Company Overview
Genasys Inc. functions as a provider of critical communications hardware and software solutions designed to alert, inform, and protect people across the Asia Pacific, North and South America, Europe, the Middle East, and Africa. The company operates within the Technology sector, specifically classified under the Scientific & Technical Instruments industry, which typically involves the manufacturing of specialized equipment for research and industrial applications. This entity maintains a workforce of 187 employees and holds a total market capitalization of $79.12M, while generating annual revenue (TTM) of $50.88M. The market cap figure of $79.12M relative to its revenue of $50.88M indicates a valuation that is significantly higher than the revenue base, suggesting the market prices the company based on future growth potential or specific strategic assets rather than current profitability. The revenue of $50.88M generated by 187 employees suggests a capital-intensive or high-value-add business model where revenue per employee exceeds $270,000 annually, reflecting the specialized nature of its critical communications solutions.
Financial Health
The company reported revenue (TTM) of $50.88M alongside a net income (TTM) of -$14,851,000 and an EBITDA of -$12,699,000, revealing a substantial gap between top-line sales and bottom-line earnings that points to significant operating expenses or non-operating costs eroding profitability. Despite the negative net income, the business generated positive free cash flow of $1.90M, which indicates that the company retains cash after capital expenditures and provides a degree of financial flexibility to fund operations or strategic initiatives without immediate reliance on external financing. The gross margin stands at 40.7%, suggesting that the company retains a healthy portion of revenue after direct costs, whereas the operating margin of -1.5% and profit margin of -29.2% demonstrate that high overheads or other expenses are consuming the gross profits. On the balance sheet, cash holdings of $10.32M are insufficient to cover total debt of $16.89M, and the debt-to-equity ratio of 935.05% highlights an extremely leveraged capital structure that amplifies financial risk. The current ratio of 0.73 further underscores liquidity constraints, as current assets do not exceed current liabilities, indicating potential difficulty in meeting short-term obligations without refinancing or asset sales.
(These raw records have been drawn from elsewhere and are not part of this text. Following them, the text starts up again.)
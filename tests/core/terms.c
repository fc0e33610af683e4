/* Tests of src/terms.c: the definitions of a cover worked by hand. */
#include "table.h"

#include "../../src/terms.h"

static const double none = INFINITY;

static cover covered(term *of, size_t lines, const term *aggregate, pool *p)
{
    static struct terms t;
    t = (struct terms){ of ? lines : 0, of, NULL };
    cover c;
    size_t line;
    terms_fault fault;
    assert_int_equal(terms_check(&t, &line, &fault), OK);
    assert_int_equal(cover_prepare(&t, lines, aggregate, p, &c), OK);
    return c;
}

/* share * min(max(loss - excess, 0), limit) at every corner */
static void one_layer(void **state)
{
    (void)state;
    pool p = { 0 };
    term of[] = { { 100, 200, 0.5, 0 } };
    const double loss[] = { -5, 0, 100, 101, 299, 300, 301, 1e9 };
    const double want[] = { 0, 0, 0, 0.5, 99.5, 100, 100, 100 };
    double ceded[8], before[8];
    cover c = covered(of, 1, NULL, &p);
    cede(&c, loss, 8, 8, ceded, before);
    for (size_t i = 0; i < 8; i++) {
        assert_same(ceded[i], want[i]);
        assert_same(before[i], want[i]);
    }
    pool_empty(&p);
}

/* expense follows its claim: own loss x (claim's ceded / claim's loss), through a chain */
static void followers(void **state)
{
    (void)state;
    pool p = { 0 };
    term of[] = { { 0, none, 1, 2 }, { 100, none, 1, 0 }, { 0, none, 1, 1 } };
    const double loss[] = { 60, 0, 40,   300, 300, 0,   10, 20, 30 };      /* rows of three lines */
    const double want[] = { 40, 0, 0,    200, 200, 0,    20.0 / 3, 40.0 / 3, 0 };
    double ceded[9];
    cover c = covered(of, 3, NULL, &p);
    cede(&c, loss, 3, 3, ceded, NULL);
    for (size_t i = 0; i < 9; i++) assert_close(ceded[i], want[i], 1e-15);
    pool_empty(&p);
}

/* the aggregate recovery is shared in proportion to what each line ceded */
static void aggregate_is_shared(void **state)
{
    (void)state;
    pool p = { 0 };
    term of[] = { { 0, none, 1, 0 }, { 50, 100, 1, 0 } };
    const term aggregate = { 100, 60, 0.5, 0 };
    const double loss[] = { 10, 100, 100, 0,   20, 90, 500, 0 };
    double ceded[8], before[4];
    cover c = covered(of, 2, &aggregate, &p);
    cede(&c, loss, 4, 4, ceded, before);
    assert_same(before[0], 10);
    assert_same(before[1], 140);
    assert_same(before[2], 200);
    assert_same(ceded[0] + ceded[4], 0);
    assert_close(ceded[1], 20 * 100.0 / 140, 1e-15);     /* 0.5 (140 - 100), by 100 : 40 */
    assert_close(ceded[5], 20 * 40.0 / 140, 1e-15);
    assert_close(ceded[2], 15, 1e-15);                   /* 0.5 x 60, by 100 : 100 */
    assert_close(ceded[6], 15, 1e-15);
    assert_same(ceded[3] + ceded[7], 0);
    pool_empty(&p);
}

static void without_terms(void **state)
{
    (void)state;
    pool p = { 0 };
    const double loss[] = { 30, 70 };
    const term aggregate = { 60, none, 1, 0 };
    double ceded[2];
    cover c = covered(NULL, 2, NULL, &p);
    cede(&c, loss, 1, 1, ceded, NULL);
    assert_same(ceded[0] + ceded[1], 0);
    c = covered(NULL, 2, &aggregate, &p);
    cede(&c, loss, 1, 1, ceded, NULL);
    assert_close(ceded[0], 12, 1e-15);
    assert_close(ceded[1], 28, 1e-15);
    pool_empty(&p);
}

/* A gain goes whole to the aggregate as well: of 100 - 30 = 70 it pays 20 beyond 50, which the
 * lines share as 100 to -30. */
static void gains_without_terms(void **state)
{
    (void)state;
    pool p = { 0 };
    const double loss[] = { 100, 10, -30, -30 };           /* two rows of two lines */
    const term aggregate = { 50, none, 1, 0 };
    double ceded[4], before[2];
    cover c = covered(NULL, 2, &aggregate, &p);
    cede(&c, loss, 2, 2, ceded, before);
    assert_same(before[0], 70);
    assert_close(ceded[0] + ceded[2], 20, 1e-15);
    assert_close(ceded[0], 20 * 100 / 70.0, 1e-15);
    assert_close(ceded[2], -20 * 30 / 70.0, 1e-15);
    assert_same(before[1], -20);
    assert_same(ceded[1], 0);
    assert_same(ceded[3], 0);
    pool_empty(&p);
}

/* what is ceded and kept adds up, and no line cedes more than its loss */
static void never_more_than_the_loss(void **state)
{
    (void)state;
    uint64_t random = 9;
    for (size_t round = 0; round < effort(500); round++) {
        pool p = { 0 };
        term of[3], aggregate = { 100 * random_uniform(&random), 300 * random_uniform(&random),
                                  random_uniform(&random), 0 };
        for (size_t j = 0; j < 3; j++)
            of[j] = (term){ 50 * random_uniform(&random), 100 * random_uniform(&random),
                            random_uniform(&random), 0 };
        of[2] = (term){ 0, none, 1, 1 };
        double loss[3], ceded[3], before;
        for (size_t j = 0; j < 3; j++) loss[j] = 200 * random_uniform(&random);
        cover c = covered(of, 3, &aggregate, &p);
        cede(&c, loss, 1, 1, ceded, &before);
        for (size_t j = 0; j < 3; j++)
            assert_true(ceded[j] >= 0 && ceded[j] <= loss[j] * (1 + 1e-14));
        double recovery =
            aggregate.share * fmin(fmax(before - aggregate.excess, 0), aggregate.limit);
        assert_close(ceded[0] + ceded[1] + ceded[2], recovery, 1e-14);
        pool_empty(&p);
    }
}

static void check_fault(term *of, size_t lines, status want, terms_fault want_fault,
                        size_t want_line)
{
    struct terms t = { lines, of, NULL };
    size_t line;
    terms_fault fault;
    assert_int_equal(terms_check(&t, &line, &fault), want);
    assert_int_equal(fault, want_fault);
    assert_int_equal(line, want_line);
}

static void faults(void **state)
{
    (void)state;
    check_fault((term[]){ { -1, none, 1, 0 } }, 1, OUT_OF_DOMAIN, EXCESS_BELOW_ZERO, 0);
    check_fault((term[]){ { 0, 0, 1, 0 } }, 1, OUT_OF_DOMAIN, LIMIT_NOT_POSITIVE, 0);
    check_fault((term[]){ { 0, none, 1.1, 0 } }, 1, OUT_OF_DOMAIN, SHARE_OUTSIDE, 0);
    check_fault((term[]){ { 0, none, NAN, 0 } }, 1, OUT_OF_DOMAIN, SHARE_OUTSIDE, 0);
    check_fault((term[]){ { 0, none, 1, 2 } }, 1, BAD_KIND, FOLLOWS_NO_LINE, 0);
    check_fault((term[]){ { 0, 1, 1, 0 }, { 0, none, 1, 2 } }, 2, BAD_KIND, FOLLOWS_ITSELF, 1);
    check_fault((term[]){ { 0, 1, 1, 0 }, { 0, 5, 1, 1 } }, 2, BAD_KIND, FOLLOWER_HAS_OWN_TERMS, 1);
    check_fault((term[]){ { 0, 1, 0.5, 0 }, { 0, none, 0.4, 1 } }, 2, BAD_KIND,
                FOLLOWER_HAS_OWN_SHARE, 1);
    check_fault((term[]){ { 0, 1, 0.5, 0 }, { 0, none, 0.5, 1 } }, 2, OK, TERMS_FINE, 2);
    check_fault((term[]){ { 0, 1, 1, 0 }, { 0, none, 1, 3 }, { 0, none, 1, 2 } }, 3, BAD_KIND,
                FOLLOWS_IN_CIRCLE, 1);
}

int main(void)
{
    const struct CMUnitTest tests[] = {
        cmocka_unit_test(one_layer),
        cmocka_unit_test(followers),
        cmocka_unit_test(aggregate_is_shared),
        cmocka_unit_test(without_terms),
        cmocka_unit_test(gains_without_terms),
        cmocka_unit_test(never_more_than_the_loss),
        cmocka_unit_test(faults),
    };
    return cmocka_run_group_tests(tests, NULL, NULL);
}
Furthermore, the return on equity of -191.9% and return on assets of -12.8% reveal that management is currently generating negative returns on the capital invested by shareholders and the company's total asset base, respectively.
Valuation Assessment
The trailing P/E ratio is listed as N/A due to negative earnings, while the forward P/E is 11.29, implying that the market expects earnings to turn positive and grow significantly to justify the current price in the coming year. The price-to-book ratio is 43.75, which indicates a substantial market premium over the company's book value, suggesting investors are willing to pay a high multiple for the firm's equity despite current losses. Additionally, the price-to-sales ratio of 1.56 and the EV/EBITDA of -6.75 provide alternative valuation perspectives, showing that the company is trading at a premium relative to its sales while the negative EV/EBITDA reflects the impact of high debt and current unprofitability on enterprise value. The stock has a 52-week high of $2.70 and a 52-week low of $1.46, meaning the current trading price sits at approximately 69% below the 52-week high and roughly 35% above the 52-week low. The beta of 0.66 suggests that the stock exhibits lower volatility relative to the broader market, moving less than 66% as much as the overall market index during periods of fluctuation.
Growth & Income
The company achieved a revenue growth (YoY) of 145.9%, whereas earnings growth (YoY) is N/A due to the current net loss status, implying that revenue expansion is outpacing profitability as the business scales and potentially absorbs initial costs of expansion. Since the company does not pay dividends, the dividend yield is N/A and the payout ratio is 0.0%, indicating that all available earnings, if any, or retained cash are being reinvested into the business for growth rather than distributed to shareholders. This reinvestment strategy aligns with the high revenue growth rate, as the firm prioritizes scaling operations and market penetration over immediate income generation for investors. Overall, the growth and income profile is characterized by aggressive top-line expansion with no current income distribution, relying on future profitability to support shareholder value.